**EXERCISE**.
All records after this line are to be returned verbatim.

**SOURCE MATERIAL**.

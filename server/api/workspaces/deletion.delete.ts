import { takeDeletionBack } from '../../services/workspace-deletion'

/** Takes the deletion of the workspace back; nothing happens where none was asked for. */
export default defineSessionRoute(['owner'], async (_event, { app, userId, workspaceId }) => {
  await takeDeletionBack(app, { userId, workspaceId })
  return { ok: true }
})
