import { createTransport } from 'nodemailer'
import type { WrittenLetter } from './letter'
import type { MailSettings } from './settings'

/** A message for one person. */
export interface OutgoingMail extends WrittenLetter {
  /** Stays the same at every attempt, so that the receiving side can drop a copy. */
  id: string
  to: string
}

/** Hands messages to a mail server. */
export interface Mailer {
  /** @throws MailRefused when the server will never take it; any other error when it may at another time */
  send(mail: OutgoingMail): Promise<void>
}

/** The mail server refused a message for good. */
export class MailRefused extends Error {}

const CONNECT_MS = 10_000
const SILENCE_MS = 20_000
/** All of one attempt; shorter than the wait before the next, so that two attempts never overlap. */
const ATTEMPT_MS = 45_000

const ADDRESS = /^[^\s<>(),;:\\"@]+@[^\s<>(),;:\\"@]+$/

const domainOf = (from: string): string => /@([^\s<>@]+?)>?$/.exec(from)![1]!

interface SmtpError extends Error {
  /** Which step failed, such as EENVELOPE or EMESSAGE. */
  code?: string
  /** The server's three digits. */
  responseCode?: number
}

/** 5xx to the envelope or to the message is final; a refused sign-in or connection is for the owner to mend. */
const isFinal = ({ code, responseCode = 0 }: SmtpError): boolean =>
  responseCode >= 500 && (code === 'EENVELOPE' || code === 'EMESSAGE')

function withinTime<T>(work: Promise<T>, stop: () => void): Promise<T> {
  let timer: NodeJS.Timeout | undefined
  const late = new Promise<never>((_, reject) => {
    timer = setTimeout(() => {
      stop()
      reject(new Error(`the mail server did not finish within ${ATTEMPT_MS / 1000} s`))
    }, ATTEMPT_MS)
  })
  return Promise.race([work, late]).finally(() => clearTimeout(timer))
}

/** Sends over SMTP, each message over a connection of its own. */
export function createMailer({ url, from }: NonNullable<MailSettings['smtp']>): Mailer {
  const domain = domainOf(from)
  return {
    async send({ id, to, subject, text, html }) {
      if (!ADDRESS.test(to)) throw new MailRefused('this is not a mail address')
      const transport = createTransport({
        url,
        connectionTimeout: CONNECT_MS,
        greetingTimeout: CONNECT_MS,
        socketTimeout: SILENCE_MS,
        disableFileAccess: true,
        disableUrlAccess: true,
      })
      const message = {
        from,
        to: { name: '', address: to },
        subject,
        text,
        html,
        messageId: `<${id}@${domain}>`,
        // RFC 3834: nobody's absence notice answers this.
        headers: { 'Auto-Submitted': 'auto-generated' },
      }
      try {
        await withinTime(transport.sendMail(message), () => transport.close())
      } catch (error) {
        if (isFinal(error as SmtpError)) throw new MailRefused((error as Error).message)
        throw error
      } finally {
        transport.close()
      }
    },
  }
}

**ANSWER BELOW**.
filename server/api/workspaces/deletion.delete.ts
import { takeDeletionBack } from '../../services/workspace-deletion'

/** Takes the deletion of the workspace back; nothing happens where none was asked for. */
export default defineSessionRoute(['owner'], async (_event, { app, userId, workspaceId }) => {
  await takeDeletionBack(app, { userId, workspaceId })
  return { ok: true }
})
import { createTransport } from 'nodemailer'
import type { WrittenLetter } from './letter'
import type { MailSettings } from './settings'

/** A message for one person. */
export interface OutgoingMail extends WrittenLetter {
  /** Stays the same at every attempt, so that the receiving side can drop a copy. */
  id: string
  to: string
}

/** Hands messages to a mail server. */
export interface Mailer {
  /** @throws MailRefused when the server will never take it; any other error when it may at another time */
  send(mail: OutgoingMail): Promise<void>
}

/** The mail server refused a message for good. */
export class MailRefused extends Error {}

const CONNECT_MS = 10_000
const SILENCE_MS = 20_000
/** All of one attempt; shorter than the wait before the next, so that two attempts never overlap. */
const ATTEMPT_MS = 45_000

const ADDRESS = /^[^\s<>(),;:\\"@]+@[^\s<>(),;:\\"@]+$/

const domainOf = (from: string): string => /@([^\s<>@]+?)>?$/.exec(from)![1]!

interface SmtpError extends Error {
  /** Which step failed, such as EENVELOPE or EMESSAGE. */
  code?: string
  /** The server's three digits. */
  responseCode?: number
}

/** 5xx to the envelope or to the message is final; a refused sign-in or connection is for the owner to mend. */
const isFinal = ({ code, responseCode = 0 }: SmtpError): boolean =>
  responseCode >= 500 && (code === 'EENVELOPE' || code === 'EMESSAGE')

function withinTime<T>(work: Promise<T>, stop: () => void): Promise<T> {
  let timer: NodeJS.Timeout | undefined
  const late = new Promise<never>((_, reject) => {
    timer = setTimeout(() => {
      stop()
      reject(new Error(`the mail server did not finish within ${ATTEMPT_MS / 1000} s`))
    }, ATTEMPT_MS)
  })
  return Promise.race([work, late]).finally(() => clearTimeout(timer))
}

/** Sends over SMTP, each message over a connection of its own. */
export function createMailer({ url, from }: NonNullable<MailSettings['smtp']>): Mailer {
  const domain = domainOf(from)
  return {
    async send({ id, to, subject, text, html }) {
      if (!ADDRESS.test(to)) throw new MailRefused('this is not a mail address')
      const transport = createTransport({
        url,
        connectionTimeout: CONNECT_MS,
        greetingTimeout: CONNECT_MS,
        socketTimeout: SILENCE_MS,
        disableFileAccess: true,
        disableUrlAccess: true,
      })
      const message = {
        from,
        to: { name: '', address: to },
        subject,
        text,
        html,
        messageId: `<${id}@${domain}>`,
        // RFC 3834: nobody's absence notice answers this.
        headers: { 'Auto-Submitted': 'auto-generated' },
      }
      try {
        await withinTime(transport.sendMail(message), () => transport.close())
      } catch (error) {
        if (isFinal(error as SmtpError)) throw new MailRefused((error as Error).message)
        throw error
      } finally {
        transport.close()
      }
    },
  }
}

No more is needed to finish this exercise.